_Work required:_ When the line containing "for i in range(self._file.num_row_groups)])" appears in the entries below, begin printing there and stop after the line containing "block = np.column_stack([t.column(c).to_numpy()"; print each of those lines exactly and no other line.

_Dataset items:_
____________
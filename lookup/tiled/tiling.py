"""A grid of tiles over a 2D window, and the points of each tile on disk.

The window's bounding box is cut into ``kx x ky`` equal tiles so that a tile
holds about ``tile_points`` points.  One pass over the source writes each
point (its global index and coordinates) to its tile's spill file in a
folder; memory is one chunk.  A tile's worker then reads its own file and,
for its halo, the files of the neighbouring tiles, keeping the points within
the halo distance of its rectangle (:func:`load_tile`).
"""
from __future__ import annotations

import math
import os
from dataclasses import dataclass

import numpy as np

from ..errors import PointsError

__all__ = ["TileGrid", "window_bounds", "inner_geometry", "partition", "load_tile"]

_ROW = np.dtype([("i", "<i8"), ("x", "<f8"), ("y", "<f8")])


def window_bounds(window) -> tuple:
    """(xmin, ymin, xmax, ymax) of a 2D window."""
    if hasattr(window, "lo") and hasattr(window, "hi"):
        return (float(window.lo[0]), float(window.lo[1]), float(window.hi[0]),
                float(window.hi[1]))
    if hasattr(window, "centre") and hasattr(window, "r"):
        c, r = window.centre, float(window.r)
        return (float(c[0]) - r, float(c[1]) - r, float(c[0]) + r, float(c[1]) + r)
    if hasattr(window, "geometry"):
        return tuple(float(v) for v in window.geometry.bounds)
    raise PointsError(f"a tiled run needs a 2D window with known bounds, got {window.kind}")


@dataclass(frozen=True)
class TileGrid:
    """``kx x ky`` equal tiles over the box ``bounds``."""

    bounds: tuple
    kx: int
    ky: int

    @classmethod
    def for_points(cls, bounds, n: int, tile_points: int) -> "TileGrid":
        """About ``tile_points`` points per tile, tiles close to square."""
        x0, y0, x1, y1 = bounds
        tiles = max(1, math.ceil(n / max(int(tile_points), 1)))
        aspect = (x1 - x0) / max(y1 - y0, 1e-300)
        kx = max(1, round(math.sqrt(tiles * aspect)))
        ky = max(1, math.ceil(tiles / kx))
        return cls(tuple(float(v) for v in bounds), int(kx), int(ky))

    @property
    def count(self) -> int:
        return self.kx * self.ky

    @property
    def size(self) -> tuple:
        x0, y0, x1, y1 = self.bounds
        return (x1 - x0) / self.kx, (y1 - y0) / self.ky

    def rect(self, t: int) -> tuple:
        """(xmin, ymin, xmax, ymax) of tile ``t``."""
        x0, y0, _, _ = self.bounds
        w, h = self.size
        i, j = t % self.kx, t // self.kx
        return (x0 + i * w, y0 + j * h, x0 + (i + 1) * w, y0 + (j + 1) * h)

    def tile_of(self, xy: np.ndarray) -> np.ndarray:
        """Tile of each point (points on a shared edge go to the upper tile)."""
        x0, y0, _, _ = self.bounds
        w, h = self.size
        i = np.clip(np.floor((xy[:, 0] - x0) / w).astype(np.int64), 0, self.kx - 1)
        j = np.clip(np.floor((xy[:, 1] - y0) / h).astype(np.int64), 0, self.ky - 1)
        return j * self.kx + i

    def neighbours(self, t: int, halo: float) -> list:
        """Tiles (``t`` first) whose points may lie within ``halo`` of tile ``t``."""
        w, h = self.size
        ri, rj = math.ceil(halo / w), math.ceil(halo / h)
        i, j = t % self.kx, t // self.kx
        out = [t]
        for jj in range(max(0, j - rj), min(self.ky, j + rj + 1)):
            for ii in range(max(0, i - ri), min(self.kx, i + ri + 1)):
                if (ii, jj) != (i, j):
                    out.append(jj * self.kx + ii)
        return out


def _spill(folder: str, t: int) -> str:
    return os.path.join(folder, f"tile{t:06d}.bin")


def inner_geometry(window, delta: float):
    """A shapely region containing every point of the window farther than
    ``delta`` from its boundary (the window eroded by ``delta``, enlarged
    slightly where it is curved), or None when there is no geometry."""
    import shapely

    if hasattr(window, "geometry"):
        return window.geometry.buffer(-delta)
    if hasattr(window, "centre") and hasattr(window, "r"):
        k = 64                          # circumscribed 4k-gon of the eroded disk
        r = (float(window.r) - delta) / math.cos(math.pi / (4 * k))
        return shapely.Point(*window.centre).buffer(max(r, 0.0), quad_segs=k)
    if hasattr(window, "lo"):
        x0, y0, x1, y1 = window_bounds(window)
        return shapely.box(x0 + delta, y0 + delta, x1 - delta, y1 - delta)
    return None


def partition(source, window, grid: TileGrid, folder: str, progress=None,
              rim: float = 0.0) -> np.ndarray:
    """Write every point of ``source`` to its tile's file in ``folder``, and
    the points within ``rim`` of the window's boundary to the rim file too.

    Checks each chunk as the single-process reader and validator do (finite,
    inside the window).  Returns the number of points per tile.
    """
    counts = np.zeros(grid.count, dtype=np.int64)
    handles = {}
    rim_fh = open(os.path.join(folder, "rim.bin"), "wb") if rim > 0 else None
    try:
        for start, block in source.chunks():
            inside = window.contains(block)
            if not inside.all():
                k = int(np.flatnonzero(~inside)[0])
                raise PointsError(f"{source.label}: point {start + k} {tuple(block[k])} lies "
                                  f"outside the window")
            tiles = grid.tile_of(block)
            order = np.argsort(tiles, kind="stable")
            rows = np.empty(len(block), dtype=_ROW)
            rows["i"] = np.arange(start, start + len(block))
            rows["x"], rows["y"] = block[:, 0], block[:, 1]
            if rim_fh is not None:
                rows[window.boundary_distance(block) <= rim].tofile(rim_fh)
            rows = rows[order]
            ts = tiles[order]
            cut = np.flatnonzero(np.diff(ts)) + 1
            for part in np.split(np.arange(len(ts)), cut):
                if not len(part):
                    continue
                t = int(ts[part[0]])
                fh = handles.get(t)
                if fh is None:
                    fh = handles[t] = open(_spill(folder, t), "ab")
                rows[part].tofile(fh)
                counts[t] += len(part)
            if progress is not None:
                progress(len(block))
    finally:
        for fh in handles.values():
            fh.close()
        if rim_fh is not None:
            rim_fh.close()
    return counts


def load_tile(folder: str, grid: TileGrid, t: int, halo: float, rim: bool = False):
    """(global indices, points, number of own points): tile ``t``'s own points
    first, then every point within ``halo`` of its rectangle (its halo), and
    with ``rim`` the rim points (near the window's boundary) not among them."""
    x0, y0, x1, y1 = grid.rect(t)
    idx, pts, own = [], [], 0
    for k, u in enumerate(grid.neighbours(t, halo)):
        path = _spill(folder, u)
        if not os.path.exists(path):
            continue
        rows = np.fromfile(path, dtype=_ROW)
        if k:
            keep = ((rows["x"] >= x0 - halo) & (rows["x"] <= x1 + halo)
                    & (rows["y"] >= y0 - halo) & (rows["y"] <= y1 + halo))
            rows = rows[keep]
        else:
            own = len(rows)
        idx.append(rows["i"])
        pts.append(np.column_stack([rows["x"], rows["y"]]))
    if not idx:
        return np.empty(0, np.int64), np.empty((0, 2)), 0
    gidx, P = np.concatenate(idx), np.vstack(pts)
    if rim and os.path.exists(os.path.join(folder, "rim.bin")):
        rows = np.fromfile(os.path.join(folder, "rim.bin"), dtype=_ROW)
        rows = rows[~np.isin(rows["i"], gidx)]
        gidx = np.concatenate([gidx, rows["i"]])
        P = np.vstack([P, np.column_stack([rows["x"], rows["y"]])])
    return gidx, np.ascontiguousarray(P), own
____________
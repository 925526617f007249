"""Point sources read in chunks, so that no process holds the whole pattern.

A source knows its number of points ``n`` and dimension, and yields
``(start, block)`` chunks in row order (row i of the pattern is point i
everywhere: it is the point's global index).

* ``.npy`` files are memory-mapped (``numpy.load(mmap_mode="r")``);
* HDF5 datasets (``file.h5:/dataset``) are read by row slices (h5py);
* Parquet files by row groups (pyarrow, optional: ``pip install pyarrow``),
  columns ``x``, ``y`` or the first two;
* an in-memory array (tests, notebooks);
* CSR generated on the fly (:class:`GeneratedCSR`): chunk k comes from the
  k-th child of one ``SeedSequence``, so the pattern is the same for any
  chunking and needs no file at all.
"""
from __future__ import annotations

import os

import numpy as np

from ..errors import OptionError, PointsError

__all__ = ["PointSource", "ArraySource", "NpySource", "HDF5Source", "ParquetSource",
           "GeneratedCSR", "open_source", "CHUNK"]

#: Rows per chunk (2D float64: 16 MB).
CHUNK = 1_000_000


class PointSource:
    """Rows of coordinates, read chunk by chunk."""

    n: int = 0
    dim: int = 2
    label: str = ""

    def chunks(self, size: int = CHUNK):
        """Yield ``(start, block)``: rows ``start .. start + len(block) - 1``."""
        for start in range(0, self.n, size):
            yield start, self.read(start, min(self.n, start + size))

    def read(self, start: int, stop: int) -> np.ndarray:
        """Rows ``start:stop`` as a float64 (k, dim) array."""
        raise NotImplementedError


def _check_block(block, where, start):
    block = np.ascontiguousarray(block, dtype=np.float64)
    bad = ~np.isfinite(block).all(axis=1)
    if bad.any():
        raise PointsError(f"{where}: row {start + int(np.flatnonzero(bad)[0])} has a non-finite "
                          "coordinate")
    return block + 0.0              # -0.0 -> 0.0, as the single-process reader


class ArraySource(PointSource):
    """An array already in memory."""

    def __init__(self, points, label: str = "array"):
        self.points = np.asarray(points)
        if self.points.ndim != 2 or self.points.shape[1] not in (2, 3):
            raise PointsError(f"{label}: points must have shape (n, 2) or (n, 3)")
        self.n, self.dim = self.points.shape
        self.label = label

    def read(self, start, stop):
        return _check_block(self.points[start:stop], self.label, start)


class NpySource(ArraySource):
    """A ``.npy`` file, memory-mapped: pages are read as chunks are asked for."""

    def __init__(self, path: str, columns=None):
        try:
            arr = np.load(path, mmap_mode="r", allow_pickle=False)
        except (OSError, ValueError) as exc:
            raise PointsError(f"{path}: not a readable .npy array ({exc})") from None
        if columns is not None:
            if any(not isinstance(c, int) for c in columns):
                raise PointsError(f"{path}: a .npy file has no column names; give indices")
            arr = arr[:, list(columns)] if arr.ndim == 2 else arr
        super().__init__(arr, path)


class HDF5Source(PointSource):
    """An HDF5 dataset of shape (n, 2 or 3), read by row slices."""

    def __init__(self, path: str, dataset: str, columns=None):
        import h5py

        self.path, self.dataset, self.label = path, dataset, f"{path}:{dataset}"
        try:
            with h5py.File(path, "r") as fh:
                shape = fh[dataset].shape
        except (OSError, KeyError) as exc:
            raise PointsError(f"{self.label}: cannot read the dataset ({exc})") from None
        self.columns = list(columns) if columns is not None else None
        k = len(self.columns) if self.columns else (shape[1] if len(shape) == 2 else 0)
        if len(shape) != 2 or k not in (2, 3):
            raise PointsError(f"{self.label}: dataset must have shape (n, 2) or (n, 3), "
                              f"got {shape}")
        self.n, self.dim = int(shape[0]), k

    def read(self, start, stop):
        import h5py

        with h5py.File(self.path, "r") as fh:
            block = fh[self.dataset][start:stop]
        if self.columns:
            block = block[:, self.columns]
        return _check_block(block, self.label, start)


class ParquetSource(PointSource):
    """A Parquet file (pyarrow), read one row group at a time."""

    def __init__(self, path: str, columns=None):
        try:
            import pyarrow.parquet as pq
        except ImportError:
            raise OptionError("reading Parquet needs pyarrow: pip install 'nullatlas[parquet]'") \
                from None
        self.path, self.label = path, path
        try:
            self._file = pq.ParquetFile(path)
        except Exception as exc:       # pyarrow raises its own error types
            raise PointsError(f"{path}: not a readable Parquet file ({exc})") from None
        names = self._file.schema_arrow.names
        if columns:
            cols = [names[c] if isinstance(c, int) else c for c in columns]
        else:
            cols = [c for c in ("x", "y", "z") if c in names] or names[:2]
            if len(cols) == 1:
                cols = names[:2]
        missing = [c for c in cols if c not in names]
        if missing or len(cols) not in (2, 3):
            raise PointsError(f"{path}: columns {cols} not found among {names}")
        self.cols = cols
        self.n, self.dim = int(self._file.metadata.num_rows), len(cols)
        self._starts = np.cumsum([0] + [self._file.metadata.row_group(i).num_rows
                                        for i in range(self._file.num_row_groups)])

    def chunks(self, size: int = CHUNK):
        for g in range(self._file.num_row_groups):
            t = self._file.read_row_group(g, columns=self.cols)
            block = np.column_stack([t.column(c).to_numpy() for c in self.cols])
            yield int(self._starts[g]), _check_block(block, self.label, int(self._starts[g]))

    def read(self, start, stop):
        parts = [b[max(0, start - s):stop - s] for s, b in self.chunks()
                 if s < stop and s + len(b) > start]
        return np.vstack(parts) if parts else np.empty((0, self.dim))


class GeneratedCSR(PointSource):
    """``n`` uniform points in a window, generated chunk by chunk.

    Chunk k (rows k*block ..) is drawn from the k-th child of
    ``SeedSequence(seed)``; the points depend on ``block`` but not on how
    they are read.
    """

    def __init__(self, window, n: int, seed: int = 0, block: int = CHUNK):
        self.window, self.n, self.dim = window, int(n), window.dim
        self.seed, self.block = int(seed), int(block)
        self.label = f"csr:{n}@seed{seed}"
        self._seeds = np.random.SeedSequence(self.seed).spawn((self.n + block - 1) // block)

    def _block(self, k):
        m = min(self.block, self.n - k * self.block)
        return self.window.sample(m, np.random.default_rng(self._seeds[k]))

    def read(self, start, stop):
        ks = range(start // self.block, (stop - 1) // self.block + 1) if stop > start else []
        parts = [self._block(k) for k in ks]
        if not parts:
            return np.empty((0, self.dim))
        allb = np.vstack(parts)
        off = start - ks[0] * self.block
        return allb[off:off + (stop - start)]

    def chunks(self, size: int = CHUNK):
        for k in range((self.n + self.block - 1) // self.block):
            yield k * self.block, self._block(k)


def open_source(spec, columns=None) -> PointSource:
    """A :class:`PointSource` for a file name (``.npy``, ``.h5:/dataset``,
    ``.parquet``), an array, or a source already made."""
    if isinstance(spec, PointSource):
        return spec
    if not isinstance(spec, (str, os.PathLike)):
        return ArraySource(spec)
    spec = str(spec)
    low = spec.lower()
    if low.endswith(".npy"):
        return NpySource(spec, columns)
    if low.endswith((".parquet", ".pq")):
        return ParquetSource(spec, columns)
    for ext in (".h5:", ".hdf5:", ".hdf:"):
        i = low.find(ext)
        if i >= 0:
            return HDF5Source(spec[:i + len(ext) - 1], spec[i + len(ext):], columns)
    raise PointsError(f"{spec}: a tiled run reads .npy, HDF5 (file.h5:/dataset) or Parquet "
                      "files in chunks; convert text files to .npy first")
____________
_Response box:_
                                        for i in range(self._file.num_row_groups)])

    def chunks(self, size: int = CHUNK):
        for g in range(self._file.num_row_groups):
            t = self._file.read_row_group(g, columns=self.cols)
            block = np.column_stack([t.column(c).to_numpy() for c in self.cols])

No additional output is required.